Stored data

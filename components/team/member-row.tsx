'use client';

import { useActionState, useState } from 'react';
import { changeRoleAction, removeMemberAction } from '@/app/(app)/team/actions';
import { initialFormState } from '@/components/auth/form-state';
import { ROLES, ROLE_LABELS, type Role } from '@/lib/auth/permissions';

type Props = { userId: string; name: string; email: string; role: Role; isYou: boolean };

export function MemberRow({ userId, name, email, role, isYou }: Props) {
  const [roleState, roleAction, rolePending] = useActionState(changeRoleAction, initialFormState);
  const [removeState, removeAction, removePending] = useActionState(
    removeMemberAction,
    initialFormState,
  );
  const [confirming, setConfirming] = useState(false);
  const error = roleState.message ?? roleState.fields?.role ?? removeState.message;
  return (
    <tr className="border-b border-ink-100 align-top last:border-0">
      <td className="py-2 pr-4 font-medium text-ink-900">
        {name}
        {isYou ? <span className="ml-1 text-xs font-normal text-ink-500">(you)</span> : null}
      </td>
      <td className="py-2 pr-4 text-ink-700">{email}</td>
      <td className="py-2 pr-4">
        <form action={roleAction} className="flex items-center gap-2">
          <input type="hidden" name="userId" value={userId} />
          <label htmlFor={`role-${userId}`} className="sr-only">
            Role of {name}
          </label>
          <select
            id={`role-${userId}`}
            name="role"
            defaultValue={role}
            key={role}
            className="field-input mt-0 w-auto py-1"
            title={ROLE_LABELS[role].summary}
          >
            {ROLES.map((r) => (
              <option key={r} value={r}>
                {ROLE_LABELS[r].name}
              </option>
            ))}
          </select>
          <button type="submit" className="btn-quiet" disabled={rolePending}>
            {rolePending ? 'Saving…' : 'Save role'}
          </button>
        </form>
        {error ? (
          <p role="alert" className="field-error max-w-sm">
            {error}
          </p>
        ) : null}
        {roleState.notice && !error ? (
          <p className="mt-1 text-xs text-leaf-700">{roleState.notice}</p>
        ) : null}
      </td>
      <td className="py-2 text-right">
        {confirming ? (
          <form action={removeAction} className="flex justify-end gap-2">
            <input type="hidden" name="userId" value={userId} />
            <button type="submit" className="btn-primary" disabled={removePending}>
              {removePending ? 'Removing…' : `Remove ${name}`}
            </button>
            <button type="button" className="btn-quiet" onClick={() => setConfirming(false)}>
              Keep
            </button>
          </form>
        ) : (
          <button
            type="button"
            className="btn-quiet"
            onClick={() => setConfirming(true)}
            aria-label={`Remove ${name} from the organization`}
          >
            Remove
          </button>
        )}
      </td>
    </tr>
  );
}
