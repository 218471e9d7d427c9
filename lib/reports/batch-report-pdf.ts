import 'server-only';
import path from 'node:path';
import PDFDocument from 'pdfkit';
import type { BatchLiquidResult, BatchSurfaceEnergy, SpecLine } from '@/lib/compare/types';

/** Everything the certificate of analysis of one batch shows. */
export type BatchReportData = {
  organizationName: string;
  coating: { code: string; name: string; description: string };
  batch: {
    lotCode: string;
    producedOn: string;
    process: Record<string, number | undefined>;
    notes: string;
  };
  specs: { liquidName: string; text: string }[];
  samples: {
    label: string;
    substrate: string;
    position: string;
    treatedAt: Date | null;
    dropCount: number;
  }[];
  liquids: { name: string; result: BatchLiquidResult; specLines: SpecLine[] }[];
  /** The batch's OWRK surface free energy and its verdict, when the comparison has one. */
  surfaceEnergy: {
    result: BatchSurfaceEnergy;
    method: string;
    basis: string;
    coverageFactor: number;
  } | null;
  /** Dynamic wetting of the batch (advancing, receding, hysteresis, roll-off per liquid). */
  dynamic?: { title: string; result: BatchLiquidResult }[];
  representative: { png: Buffer; caption: string } | null;
  review: {
    reviewerName: string;
    signedAt: string;
    digest: string;
    comment: string;
    analysisCount: number;
  } | null;
  /** Whether the certificate is final: approved and signed, a draft, or rejected (stamped on every page). */
  status: CertificateStatus;
  /** The sittings at the instrument behind the batch's drops, per probe liquid. */
  sessions: {
    liquidName: string;
    operatorName: string | null;
    firstMeasuredAt: Date;
    lastMeasuredAt: Date;
    temperatureC: number | null;
    humidityPct: number | null;
    dropVolumeUl: number | null;
    instrumentNotes: string | null;
    liquidLot: string | null;
    dropCount: number;
  }[];
  angleBasis: string;
  methods: { name: string; source: string }[];
  generatedAt: Date;
  generatedBy: string;
  softwareVersion: string;
};

export type CertificateStatus =
  | { kind: 'approved' }
  | { kind: 'draft'; reason: string }
  | { kind: 'rejected'; reviewerName: string; decidedAt: Date | null; comment: string };

/** The stamp an unsigned certificate carries on every page; null for an approved one. */
export function statusStamp(status: CertificateStatus): { title: string; detail: string } | null {
  if (status.kind === 'approved') return null;
  if (status.kind === 'draft') return { title: 'DRAFT — NOT APPROVED', detail: status.reason };
  const when = status.decidedAt ? ` on ${utc(status.decidedAt)}` : '';
  return {
    title: 'REJECTED',
    detail: `Rejected by ${status.reviewerName}${when}: ${status.comment || 'no comment given'}`,
  };
}

/** Fonts shipped in fonts/ (DejaVu Sans: ≥, ≤, °, θ, γ, β, µ, all embedded as PDF/A asks). */
const FONT_DIR = path.join(process.cwd(), 'fonts');
const REGULAR = path.join(FONT_DIR, 'DejaVuSans.ttf');
const BOLD = path.join(FONT_DIR, 'DejaVuSans-Bold.ttf');

const utc = (d: Date) => `${d.toISOString().slice(0, 16).replace('T', ' ')} UTC`;
const day = (d: Date) => d.toISOString().slice(0, 10);

const INK = '#18202c';
const MUTED = '#55667d';
const LAGOON = '#116467';
const CORAL = '#b32f1d';
const LEAF = '#1f7342';
const AMBER = '#9a5206';

const PROCESS_LABELS: Record<string, string> = {
  cureTemperatureC: 'Cure temperature (°C)',
  cureTimeMin: 'Cure time (min)',
  lineSpeedMPerMin: 'Line speed (m/min)',
  plasmaDoseWMinPerM2: 'Plasma dose (W·min/m²)',
  coatWeightGPerM2: 'Coat weight (g/m²)',
};

const fmt = (value: number | null | undefined, digits = 1) =>
  value === null || value === undefined || !Number.isFinite(value) ? '—' : value.toFixed(digits);

type Outcome = BatchLiquidResult['verdict']['outcome'];
/** A verdict as the tables print it: PASS, FAIL, NO SPEC, … */
const verdictText = (outcome: Outcome) =>
  (outcome === 'no-spec' ? 'no spec' : outcome.replace(/-/g, ' ')).toUpperCase();
const verdictColour = (outcome: Outcome) =>
  outcome === 'pass' ? LEAF : outcome === 'fail' ? CORAL : AMBER;

/** The columns, and the cells, of the statistics of a set of angles: n, mean, SD, 95 % CI. */
const STATISTICS_COLUMNS = [
  { title: 'n', width: 28, align: 'right' },
  { title: 'Mean (°)', width: 50, align: 'right' },
  { title: 'SD (°)', width: 42, align: 'right' },
  { title: '95 % CI (°)', width: 80, align: 'right' },
] as const;
const statisticsCells = (d: BatchLiquidResult['description']) => [
  String(d?.n ?? 0),
  fmt(d?.mean),
  fmt(d?.sd, 2),
  d?.ci ? `${fmt(d.ci.lower)} – ${fmt(d.ci.upper)}` : '—',
];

*WHAT IS REQUIRED*
Extract all lines from the data in which "team" is found.

*REPLY TO THE EXERCISE*
filename components/team/member-row.tsx
import { changeRoleAction, removeMemberAction } from '@/app/(app)/team/actions';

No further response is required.